# Broken HDMI ends



## bmailman20 (Jan 4, 2013)

Has anyone ever been able to repair broken/damaged HDMI ends? They were damaged by the carpenters after I ran them. Now the house is closed up and painted. I do have 2 cat5 running with them, but right now I'm using 1 for an IR repeater.


----------



## FlyingSparks (Dec 10, 2012)

bmailman20 said:


> Has anyone ever been able to repair broken/damaged HDMI ends? They were damaged by the carpenters after I ran them. Now the house is closed up and painted. I do have 2 cat5 running with them, but right now I'm using 1 for an IR repeater.


Oh man that's killer. There are a few products where you can terminate HDMI ends, but they are cumbersome. Just Google it.
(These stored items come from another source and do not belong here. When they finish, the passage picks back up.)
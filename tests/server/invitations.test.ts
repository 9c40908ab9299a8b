import { describe, expect, it } from 'vitest';
import type { ReceivedMail } from '../../server/mail/fake-smtp';
import { Invitation } from '../../server/modules/invitations/invitation.entity';
import { ApiClient, signedIn } from '../support/api-client';
import { linkToken } from '../support/mail-links';
import { makeProject, makeUser } from '../support/factories';
import { Workshop } from '../../server/modules/workshops/workshop.entity';
import { refusal, useShopWorld, type Actor, type ShopWorld } from './shop-world';

// Invitations end to end: the owner invites, the fake SMTP server keeps the mail, the link is read from it and
// opened by a new or existing account. Single use, expiry, withdrawal and the wrong account are refused.

let w: ShopWorld;
useShopWorld((world) => {
  w = world;
});
const c = (a: Actor) => w.clients.get(a)!;


async function inviteAndRead(body: unknown): Promise<{ mail: ReceivedMail; token: string; id: string }> {
  const arrived = w.fake.next();
  const res = await c('owner').post(`/api/workshops/${w.workshopId}/invitations`, body);
  expect(res.status, JSON.stringify(res.body)).toBe(201);
  const mail = await arrived;
  return { mail, token: linkToken(mail, 'invitation'), id: res.body.id };
}

async function anon(): Promise<ApiClient> {
  const a = new ApiClient(w.ctx.app);
  await a.fetchCsrf();
  return a;
}

describe('invitations by e-mail', () => {
  it.each(['designer', 'cutter', 'viewer', 'outsider', 'anonymous'] as Actor[])('%s cannot invite', async (a) => {
    const res = await c(a).post(`/api/workshops/${w.workshopId}/invitations`, { email: 'new@person.test', role: 'designer' });
    expect(res.status).toBe(refusal(a));
  });

  it('names bad fields', async () => {
    const res = await c('owner').post(`/api/workshops/${w.workshopId}/invitations`, { email: 'not-mail', role: 'client', projectIds: [] });
    expect(res.status).toBe(400);
    expect(Object.keys(res.body.error.fields).sort()).toEqual(['email', 'projectIds']);
  });

  it('a new person accepts with a name and password, lands in the workshop with the role, and the link is spent', async () => {
    const { mail, token } = await inviteAndRead({ email: 'Newbie@Person.test', role: 'cutter' });
    expect(mail.envelopeTo).toEqual(['newbie@person.test']);
    expect(mail.kind).toBe('invitation');
    expect(mail.subject).toContain('Harbour Lane Van Works');
    const guest = await anon();
    const preview = await guest.get(`/api/invitations/${token}`).expect(200);
    expect(preview.body).toMatchObject({ workshop: 'Harbour Lane Van Works', email: 'newbie@person.test', role: 'cutter', hasAccount: false });
    const accepted = await guest.post(`/api/invitations/${token}/accept`, { name: 'New Cutter', password: 'a long enough secret' });
    expect(accepted.status, JSON.stringify(accepted.body)).toBe(200);
    guest.csrf = accepted.body.csrfToken;
    const me = (await guest.get('/api/auth/me').expect(200)).body;
    expect(me.user.email).toBe('newbie@person.test');
    expect(me.memberships).toEqual([{ workshop: { id: w.workshopId, name: 'Harbour Lane Van Works' }, role: 'cutter' }]);
    // single use
    const again = await (await anon()).post(`/api/invitations/${token}/accept`, { name: 'Someone', password: 'another long secret' });
    expect(again.status).toBe(404);
    expect((await (await anon()).get(`/api/invitations/${token}`)).status).toBe(404);
    // the new account signs in with the password it chose
    const back = new ApiClient(w.ctx.app);
    expect((await back.signIn('newbie@person.test', 'a long enough secret')).status).toBe(200);
  });

  it('an existing account must sign in as the invited address; another account is refused', async () => {
    const existing = await makeUser(w.ctx.orm, { name: 'Has an account' });
    const { token } = await inviteAndRead({ email: existing.email, role: 'designer' });
    const guest = await anon();
    expect((await guest.get(`/api/invitations/${token}`).expect(200)).body.hasAccount).toBe(true);
    const signedOut = await guest.post(`/api/invitations/${token}/accept`, { name: 'Impostor', password: 'a long enough secret' });
    expect(signedOut.status).toBe(401);
    const wrong = await c('outsider').post(`/api/invitations/${token}/accept`, {});
    expect(wrong.status).toBe(403);
    expect(wrong.body.error.message).toContain(existing.email);
    const right = await signedIn(w.ctx.app, existing);
    const ok = await right.post(`/api/invitations/${token}/accept`, {});
    expect(ok.status, JSON.stringify(ok.body)).toBe(200);
    expect(ok.body.role).toBe('designer');
    const members = (await c('owner').get(`/api/workshops/${w.workshopId}/members`).expect(200)).body as { user: { email: string }; role: string }[];
    expect(members.find((m) => m.user.email === existing.email)?.role).toBe('designer');
  });

  it('an expired invitation is refused, and so is a withdrawn one', async () => {
    const expired = await inviteAndRead({ email: 'late@person.test', role: 'viewer' });
    await w.ctx.orm.em.fork().nativeUpdate(Invitation, { id: expired.id }, { expiresAt: new Date(Date.now() - 1000) });
    const guest = await anon();
    expect((await guest.get(`/api/invitations/${expired.token}`)).status).toBe(404);
    expect((await guest.post(`/api/invitations/${expired.token}/accept`, { name: 'Late', password: 'a long enough secret' })).status).toBe(404);

    const withdrawn = await inviteAndRead({ email: 'withdrawn@person.test', role: 'viewer' });
    const pending = (await c('owner').get(`/api/workshops/${w.workshopId}/invitations`).expect(200)).body as { id: string }[];
    expect(pending.map((p) => p.id)).toContain(withdrawn.id);
    expect(pending.map((p) => p.id)).not.toContain(expired.id);
    expect((await c('designer').delete(`/api/invitations/${withdrawn.id}`)).status).toBe(403);
    await c('owner').delete(`/api/invitations/${withdrawn.id}`).expect(204);
    expect((await guest.post(`/api/invitations/${withdrawn.token}/accept`, { name: 'W', password: 'a long enough secret' })).status).toBe(404);
    expect((await (await anon()).post('/api/auth/signin', { email: 'withdrawn@person.test', password: 'a long enough secret' })).status).toBe(401);
  });

  it('a client is invited to some projects and sees exactly those', async () => {
    const em = w.ctx.orm.em.fork();
    const workshop = await em.findOneOrFail(Workshop, { id: w.workshopId });
    const second = await makeProject(w.ctx.orm, workshop, { name: 'Second job of the same client' });
    const third = await makeProject(w.ctx.orm, workshop, { name: 'Someone else’s job' });
    const { mail, token } = await inviteAndRead({ email: 'client@person.test', role: 'client', projectIds: [w.projectId, second.id] });
    expect(mail.text).toContain('Rear kitchen pod');
    expect(mail.text).toContain('Second job of the same client');
    expect(mail.text).not.toContain('Someone else');
    const guest = await anon();
    const ok = await guest.post(`/api/invitations/${token}/accept`, { name: 'Pat Client', password: 'a long enough secret' });
    expect(ok.status, JSON.stringify(ok.body)).toBe(200);
    guest.csrf = ok.body.csrfToken;
    const me = (await guest.get('/api/auth/me').expect(200)).body;
    expect(me.memberships).toEqual([]);
    expect(me.clientProjects.map((p: { project: { name: string } }) => p.project.name)).toEqual(['Rear kitchen pod', 'Second job of the same client']);
    expect((await guest.get(`/api/projects/${second.id}`)).status).toBe(200);
    expect((await guest.get(`/api/projects/${third.id}`)).status).toBe(404);
    expect((await guest.get(`/api/workshops/${w.workshopId}/projects`)).status).toBe(404);
    expect((await guest.get(`/api/workshops/${w.workshopId}/suppliers`)).status).toBe(404);
  });

  it('refuses to invite a project of another workshop, or a member as a client', async () => {
    const other = await c('outsider').post('/api/workshops', { name: 'Other bay' }).expect(201);
    const foreign = await c('outsider').post(`/api/workshops/${other.body.id}/projects`, { name: 'Not yours' }).expect(201);
    const res = await c('owner').post(`/api/workshops/${w.workshopId}/invitations`, { email: 'x@person.test', role: 'client', projectIds: [foreign.body.id] });
    expect(res.status).toBe(400);
    expect(res.body.error.fields.projectIds).toBeTruthy();
    const designerEmail = (await c('designer').get('/api/auth/me').expect(200)).body.user.email;
    const member = await c('owner').post(`/api/workshops/${w.workshopId}/invitations`, { email: designerEmail, role: 'client', projectIds: [w.projectId] });
    expect(member.status).toBe(409);
  });
});

describe('members and the last owner', () => {
  it('owners change roles and remove members; the last owner stays', async () => {
    const ownerId = w.userIds.get('owner')!;
    const demote = await c('owner').patch(`/api/workshops/${w.workshopId}/members/${ownerId}`, { role: 'designer' });
    expect(demote.status).toBe(422);
    expect((await c('owner').delete(`/api/workshops/${w.workshopId}/members/${ownerId}`)).status).toBe(422);
    const viewerId = w.userIds.get('viewer')!;
    expect((await c('owner').patch(`/api/workshops/${w.workshopId}/members/${viewerId}`, { role: 'client' })).status).toBe(400);
    await c('owner').patch(`/api/workshops/${w.workshopId}/members/${viewerId}`, { role: 'cutter' }).expect(200);
  });
});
Don't take offense to this--next time you should run a conduit for HDMI. It's a PIA 40% of the time if you don't.


----------



## mikeh32 (Feb 16, 2009)

i forget who makes it, but there is a product to use two cat5/6 as an hdmi extender and IR repeater. it goes in a single gange plate


----------



## bmailman20 (Jan 4, 2013)

mikeh32 said:


> i forget who makes it, but there is a product to use two cat5/6 as an hdmi extender and IR repeater. it goes in a single gange plate


I'll look into it. I'll also need some kind of hdmi splitter, for Cable, BluRay, and AppleTV.


----------



## mikeh32 (Feb 16, 2009)

here it is!

btw, there are plenty of hdmi over cat 5


http://www.ebay.com/itm/like/390601190620?lpid=82


----------



## icemanjc (Dec 25, 2012)

I second this. I don't know this brand, but HDMI over Ethernet is for sure handy, not to mention it incorporates IR.

Prices seem to be a very wide range from below a hundred to several hundred, such as Atlona's.


----------



## Wpgshocker (Jan 25, 2013)

Key digital


----------